# what loom for a beginner?



## sherry in Maine (Nov 22, 2007)

Hello, been taking weaving classes for a couple of months. I am welcome to continue to 'hang around' ($10 per class, not a problem, as I go 1 or 2 times a week) as long as I like, to practice. I think the teachers idea is for me to build (or get) a loom of my own and they'll keep helping me. There are looms there, and I'm welcome to use them, but I think they believe that the best way to continue is to get your own and practice practice practice! Have been hanging back, because trying to decide if I should or if I should not.

An expert (who's been weaving since 1982) told me she recommended either a 36" pr 48" loom. Someone else said get a small one you can always go up in size. I dont want to buy lots of looms, but I dont want to make a boo boo and have one I dont like.
What is your experience? What do you like? I want to weave rugs, fabric (curtains, maybe for clothing, etc)

It needs to be used (cheap) and with all parts and easy to assemble (not mechanically inclned.) There are some at my classroom that I could buy and they'd spiff them up for me, for less than the original price. 

Help! what's your advice?


----------



## rabbitgeek (Mar 22, 2008)

I have an Erica rigid heddle loom that was given to me by my sister in law. 
It's a small loom and it good for beginning weaving.

I've been making lots of cotton dishtowels on it.

Here are some pictures of it. 
http://www.rabbitgeek.com/erica.html

You can find used rigid heddle looms for as little as $40. 
We found one on craigslist for $40 last fall.

Have a good day!
Franco Rios


----------



## sherry in Maine (Nov 22, 2007)

thank you Franco, like looking at your website (again)
pretty interesting!

Sherry


----------



## weever (Oct 1, 2006)

Decide what you want to weave first. I notice you mention rugs and fabric. 

For weaving rugs (especially rag rugs) you need a sturdy loom. You will kill a lightweight loom and be unhappy with the rugs produced on it. If you're only going to do one or two rugs, you'll be fine. But if you want to do more, make sure (!) whatever you buy is sturdy. 

For fabrics, you'll want multiple shafts or harnesses, so that you can make cool patterns. Do you enjoy complicated threadings? Does texture excite you? Then you'll need at least 4 shafts--and 8 would be ideal. 

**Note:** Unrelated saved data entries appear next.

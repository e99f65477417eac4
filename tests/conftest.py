"""Shared fixtures: one no-early-compute guard, the NetCDF writers, the demo run once per
session, and the ``slow`` marker (cluster and benchmark tests; the default command runs them)."""

from __future__ import annotations

import shutil
from pathlib import Path

import pytest
from dask.callbacks import Callback

ROOT = Path(__file__).resolve().parents[1]


class NoCompute(Callback):
    """A dask callback that fails the test if anything is computed while it is active (the
    pattern of xclim's ``assert_lazy``)."""

    def _start(self, dsk):  # noqa: D401
        raise AssertionError("computed early: dask started computing while the graph was built")


@pytest.fixture
def no_compute():
    """Use as ``with no_compute: ...`` around code that must only build a lazy graph."""
    return NoCompute()


def pytest_configure(config):
    config.addinivalue_line(
        "markers", "slow: cluster, benchmark and real-process tests (run by default; deselect "
        "with -m 'not slow')"
    )


@pytest.fixture(scope="session")
def demo_run(tmp_path_factory):
    """The bundled demo (configs/demo.toml on sample_grids/) run once per session through
    the command line, with figures, into a copy of the repository layout. Returns the output
    folder. Tests must not modify it."""
    from click.testing import CliRunner

    from euphotic.cli import main

    base = tmp_path_factory.mktemp("demo")
    shutil.copytree(ROOT / "configs", base / "configs")
    (base / "sample_grids").symlink_to(ROOT / "sample_grids")
    out = base / "demo_output"
    res = CliRunner().invoke(main, ["run", str(base / "configs" / "demo.toml"), "-q"])
    assert res.exit_code == 0, res.output
    assert "Caution: " in res.output  # the factor-of-two caution is printed with the totals
    return out


def folder_bytes(path: Path) -> dict[str, bytes]:
    """Every file under ``path`` (relative name -> bytes), except the run lock, whose text
    records the last holder. Used to check that a failed run left a folder unchanged."""
    return {
        str(p.relative_to(path)): p.read_bytes()
        for p in sorted(Path(path).rglob("*"))
        if p.is_file() and p.name != ".euphotic.lock"
    }


class Killed(BaseException):
    """Stands for a kill arriving between two renames of a commit."""


def run_killed_mid_commit(monkeypatch, out: Path, cfg, *, after: int = 1, **run_kw) -> None:
    """Run ``cfg`` into ``out`` and stop it like a kill after ``after`` renames of its commit
    (the rename after them raises :class:`Killed`); the commit plan stays for the next run."""
    import os

    from euphotic import runfolder
    from euphotic.pipeline import run

    real, calls = os.replace, []

    def replace_then_die(src, dst):
        if runfolder.STAGE_PREFIX in str(src) and Path(dst).parent == Path(out):
            calls.append(dst)
            if len(calls) == after + 1:
                raise Killed
        return real(src, dst)

    monkeypatch.setattr(runfolder.os, "replace", replace_then_die)
    try:
        with pytest.raises(Killed):
            run(cfg, progress=False, **run_kw)
    finally:
        monkeypatch.setattr(runfolder.os, "replace", real)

Finding a loom that will be heavy enough for rugs with 8 harnesses will be costly. Heavy four harness looms are much easier to come by. I prefer counterbalance looms for rug weaving, as jacks tend to be a bit light for that purpose. 

The important thing is to decide what you want to do. You can weave fine fabrics on heavy looms. You cannot weave rugs on light looms.

I'm a bit scattered, as I'm trying to hurry. Feel free to ask questions and I'll get back to them later in the week.


----------



## sherry in Maine (Nov 22, 2007)

Hi weever, thanks, I saw one that probbly could be next to free, if I take it and stain, clean it up. I didn't look for the brand name on it (saw it briefly along with some others that were unassembled.)

The one I am talking about has 4 shafts, counterbalance, floor loom . . . . . maybe 2 feet, or maybe 3 but not likely. It is a nice loom. I will look at it and the others tomorrow.
The other two unassembled ones each are larger and heavier. 

I will let you know after my class tomorrow-- kind of exciting ! Especially when they are not expensive. I dont mind doing the staining or cleaning up.

thank you !


----------



## sherry in Maine (Nov 22, 2007)

Hi, I see some looms for sale; one is 22" one is 24" one is rigid heddle with stand. Another is 48" (for $600 !) herald jack loom.
'
The loom wouold probably go into the rabbitry. (only space I have, and a good place to sit a while most days. 4 Cages only, until spring, when I'll raise one or two litters) It would be a relatively clean place to weave and sit.

Soon I will put up insulation and shelving on free walls there. 
The 22" is $350, includes warpboard, and couple other things, not the bench. The lady selling is antiques dealer & she's keeping some of the things for separate sales. It was her mom's, and kind of old. (I'd buy this one if she was selling a few more things with it) think it's a leclerc. She's a n hour or more away; driving is a pain, but often times worth it. Beautiful ride too.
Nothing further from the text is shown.